What is expected: Go through the listing beneath this task and return every line that carries the string "first".

Given entries:

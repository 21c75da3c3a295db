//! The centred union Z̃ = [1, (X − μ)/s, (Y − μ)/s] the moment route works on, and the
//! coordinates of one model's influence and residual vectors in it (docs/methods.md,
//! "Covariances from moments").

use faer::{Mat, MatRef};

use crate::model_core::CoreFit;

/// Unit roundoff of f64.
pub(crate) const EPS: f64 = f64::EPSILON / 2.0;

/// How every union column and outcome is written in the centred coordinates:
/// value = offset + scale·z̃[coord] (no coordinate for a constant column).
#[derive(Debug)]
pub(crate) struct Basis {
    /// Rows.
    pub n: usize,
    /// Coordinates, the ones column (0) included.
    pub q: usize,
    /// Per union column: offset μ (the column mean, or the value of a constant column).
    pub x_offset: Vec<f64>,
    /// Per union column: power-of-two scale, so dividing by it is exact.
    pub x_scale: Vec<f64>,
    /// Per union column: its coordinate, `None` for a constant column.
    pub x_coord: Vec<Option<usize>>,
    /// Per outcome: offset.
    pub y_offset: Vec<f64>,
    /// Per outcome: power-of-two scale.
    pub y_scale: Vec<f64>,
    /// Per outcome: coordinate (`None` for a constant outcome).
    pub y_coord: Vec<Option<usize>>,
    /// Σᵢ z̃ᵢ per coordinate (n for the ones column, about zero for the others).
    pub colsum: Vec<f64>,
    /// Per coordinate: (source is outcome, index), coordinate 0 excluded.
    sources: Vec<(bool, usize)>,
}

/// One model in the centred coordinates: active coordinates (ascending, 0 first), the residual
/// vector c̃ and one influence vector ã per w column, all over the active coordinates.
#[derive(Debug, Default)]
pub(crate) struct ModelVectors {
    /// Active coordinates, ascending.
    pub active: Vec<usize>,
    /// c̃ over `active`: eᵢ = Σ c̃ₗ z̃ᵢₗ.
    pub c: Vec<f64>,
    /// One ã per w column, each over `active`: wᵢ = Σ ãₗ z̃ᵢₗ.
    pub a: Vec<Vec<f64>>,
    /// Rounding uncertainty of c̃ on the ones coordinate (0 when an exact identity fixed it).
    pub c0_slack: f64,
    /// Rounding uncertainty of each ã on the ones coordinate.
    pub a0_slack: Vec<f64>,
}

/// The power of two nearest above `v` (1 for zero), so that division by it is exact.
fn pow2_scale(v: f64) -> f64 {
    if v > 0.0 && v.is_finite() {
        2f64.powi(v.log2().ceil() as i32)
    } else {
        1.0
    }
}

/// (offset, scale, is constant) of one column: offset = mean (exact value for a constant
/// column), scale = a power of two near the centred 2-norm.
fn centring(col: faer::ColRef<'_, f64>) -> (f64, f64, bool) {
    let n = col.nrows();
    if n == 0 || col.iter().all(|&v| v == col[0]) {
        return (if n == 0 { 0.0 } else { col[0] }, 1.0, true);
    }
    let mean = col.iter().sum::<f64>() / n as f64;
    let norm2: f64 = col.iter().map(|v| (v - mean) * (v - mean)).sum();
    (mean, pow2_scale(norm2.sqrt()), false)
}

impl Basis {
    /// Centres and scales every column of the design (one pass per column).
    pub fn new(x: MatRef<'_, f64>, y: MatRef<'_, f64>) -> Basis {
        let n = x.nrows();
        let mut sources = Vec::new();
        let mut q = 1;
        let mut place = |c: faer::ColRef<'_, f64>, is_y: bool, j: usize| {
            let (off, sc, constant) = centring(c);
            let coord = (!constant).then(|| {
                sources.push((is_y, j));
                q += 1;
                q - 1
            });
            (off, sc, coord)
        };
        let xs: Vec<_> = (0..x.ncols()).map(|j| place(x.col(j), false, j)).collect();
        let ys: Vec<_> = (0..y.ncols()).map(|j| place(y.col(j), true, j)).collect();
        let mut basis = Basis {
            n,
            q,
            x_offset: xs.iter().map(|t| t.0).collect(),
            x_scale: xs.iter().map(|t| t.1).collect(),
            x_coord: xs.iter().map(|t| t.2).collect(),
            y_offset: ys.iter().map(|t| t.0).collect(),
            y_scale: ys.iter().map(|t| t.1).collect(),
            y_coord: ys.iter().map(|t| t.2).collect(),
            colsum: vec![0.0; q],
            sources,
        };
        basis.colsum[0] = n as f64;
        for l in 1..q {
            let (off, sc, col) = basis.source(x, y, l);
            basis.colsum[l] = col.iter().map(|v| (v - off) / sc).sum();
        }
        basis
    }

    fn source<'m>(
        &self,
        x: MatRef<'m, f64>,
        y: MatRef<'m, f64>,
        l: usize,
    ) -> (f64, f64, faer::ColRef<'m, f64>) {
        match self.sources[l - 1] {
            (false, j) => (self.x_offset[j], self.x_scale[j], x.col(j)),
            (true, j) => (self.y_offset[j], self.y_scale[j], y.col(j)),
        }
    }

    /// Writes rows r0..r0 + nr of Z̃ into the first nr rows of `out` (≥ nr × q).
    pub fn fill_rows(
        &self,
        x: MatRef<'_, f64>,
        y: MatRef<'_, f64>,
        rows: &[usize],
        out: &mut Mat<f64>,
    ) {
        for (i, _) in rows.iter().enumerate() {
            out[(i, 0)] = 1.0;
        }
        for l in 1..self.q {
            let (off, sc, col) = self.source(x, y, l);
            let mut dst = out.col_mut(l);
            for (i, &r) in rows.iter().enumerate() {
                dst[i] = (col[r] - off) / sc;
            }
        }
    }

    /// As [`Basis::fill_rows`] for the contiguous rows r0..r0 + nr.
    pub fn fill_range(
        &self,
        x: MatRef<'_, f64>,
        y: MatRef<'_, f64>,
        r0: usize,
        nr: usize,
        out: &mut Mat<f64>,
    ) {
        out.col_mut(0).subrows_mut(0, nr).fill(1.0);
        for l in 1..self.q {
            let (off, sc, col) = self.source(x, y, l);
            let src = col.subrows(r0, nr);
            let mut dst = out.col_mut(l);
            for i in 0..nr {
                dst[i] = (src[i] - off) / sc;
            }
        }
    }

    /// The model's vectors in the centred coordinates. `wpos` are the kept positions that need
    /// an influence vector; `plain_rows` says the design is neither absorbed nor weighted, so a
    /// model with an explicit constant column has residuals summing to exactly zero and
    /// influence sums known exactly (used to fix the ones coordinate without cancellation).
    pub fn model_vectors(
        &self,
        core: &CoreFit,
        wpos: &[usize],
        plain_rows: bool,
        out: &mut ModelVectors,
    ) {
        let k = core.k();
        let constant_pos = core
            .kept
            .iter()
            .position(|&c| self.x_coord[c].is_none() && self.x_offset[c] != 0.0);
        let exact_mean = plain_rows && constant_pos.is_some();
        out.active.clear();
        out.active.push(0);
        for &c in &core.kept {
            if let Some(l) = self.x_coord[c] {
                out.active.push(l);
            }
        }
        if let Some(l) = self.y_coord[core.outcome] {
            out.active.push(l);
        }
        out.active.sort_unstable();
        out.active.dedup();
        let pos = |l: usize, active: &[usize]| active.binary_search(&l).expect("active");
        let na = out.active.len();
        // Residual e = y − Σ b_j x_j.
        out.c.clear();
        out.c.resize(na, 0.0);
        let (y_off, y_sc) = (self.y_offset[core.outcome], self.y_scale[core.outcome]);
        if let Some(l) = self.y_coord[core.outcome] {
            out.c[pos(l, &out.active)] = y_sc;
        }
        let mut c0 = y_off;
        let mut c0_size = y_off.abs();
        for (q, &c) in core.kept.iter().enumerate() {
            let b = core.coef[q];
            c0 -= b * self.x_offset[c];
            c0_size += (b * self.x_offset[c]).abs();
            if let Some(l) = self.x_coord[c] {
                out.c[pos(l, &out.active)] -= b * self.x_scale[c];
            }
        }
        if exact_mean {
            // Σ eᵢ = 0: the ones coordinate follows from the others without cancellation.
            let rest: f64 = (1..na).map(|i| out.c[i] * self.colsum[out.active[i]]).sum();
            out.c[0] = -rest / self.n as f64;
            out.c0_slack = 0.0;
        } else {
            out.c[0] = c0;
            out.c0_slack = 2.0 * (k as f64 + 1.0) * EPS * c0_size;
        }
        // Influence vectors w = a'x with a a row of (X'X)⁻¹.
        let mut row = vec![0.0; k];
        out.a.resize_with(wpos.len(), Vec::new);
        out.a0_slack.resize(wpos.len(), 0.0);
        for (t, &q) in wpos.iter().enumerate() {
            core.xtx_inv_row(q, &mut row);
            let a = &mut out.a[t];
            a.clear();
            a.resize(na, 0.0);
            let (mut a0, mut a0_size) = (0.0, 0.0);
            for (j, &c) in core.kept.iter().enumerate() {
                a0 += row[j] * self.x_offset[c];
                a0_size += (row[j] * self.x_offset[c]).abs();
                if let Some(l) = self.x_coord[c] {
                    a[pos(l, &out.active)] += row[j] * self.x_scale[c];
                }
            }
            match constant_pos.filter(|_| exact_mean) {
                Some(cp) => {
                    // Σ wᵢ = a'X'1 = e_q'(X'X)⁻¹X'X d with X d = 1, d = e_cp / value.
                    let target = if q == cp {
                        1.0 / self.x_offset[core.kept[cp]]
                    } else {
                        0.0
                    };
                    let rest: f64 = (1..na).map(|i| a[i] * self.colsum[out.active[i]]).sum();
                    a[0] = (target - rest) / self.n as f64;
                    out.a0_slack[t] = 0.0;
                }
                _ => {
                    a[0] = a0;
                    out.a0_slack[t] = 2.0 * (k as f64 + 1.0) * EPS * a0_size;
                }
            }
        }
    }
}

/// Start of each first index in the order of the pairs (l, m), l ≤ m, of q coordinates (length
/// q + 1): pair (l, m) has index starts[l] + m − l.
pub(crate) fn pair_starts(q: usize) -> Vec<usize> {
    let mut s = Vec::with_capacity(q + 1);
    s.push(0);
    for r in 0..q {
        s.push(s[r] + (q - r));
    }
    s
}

Task answer:
/// One model in the centred coordinates: active coordinates (ascending, 0 first), the residual
    /// Writes rows r0..r0 + nr of Z̃ into the first nr rows of `out` (≥ nr × q).
/// Start of each first index in the order of the pairs (l, m), l ≤ m, of q coordinates (length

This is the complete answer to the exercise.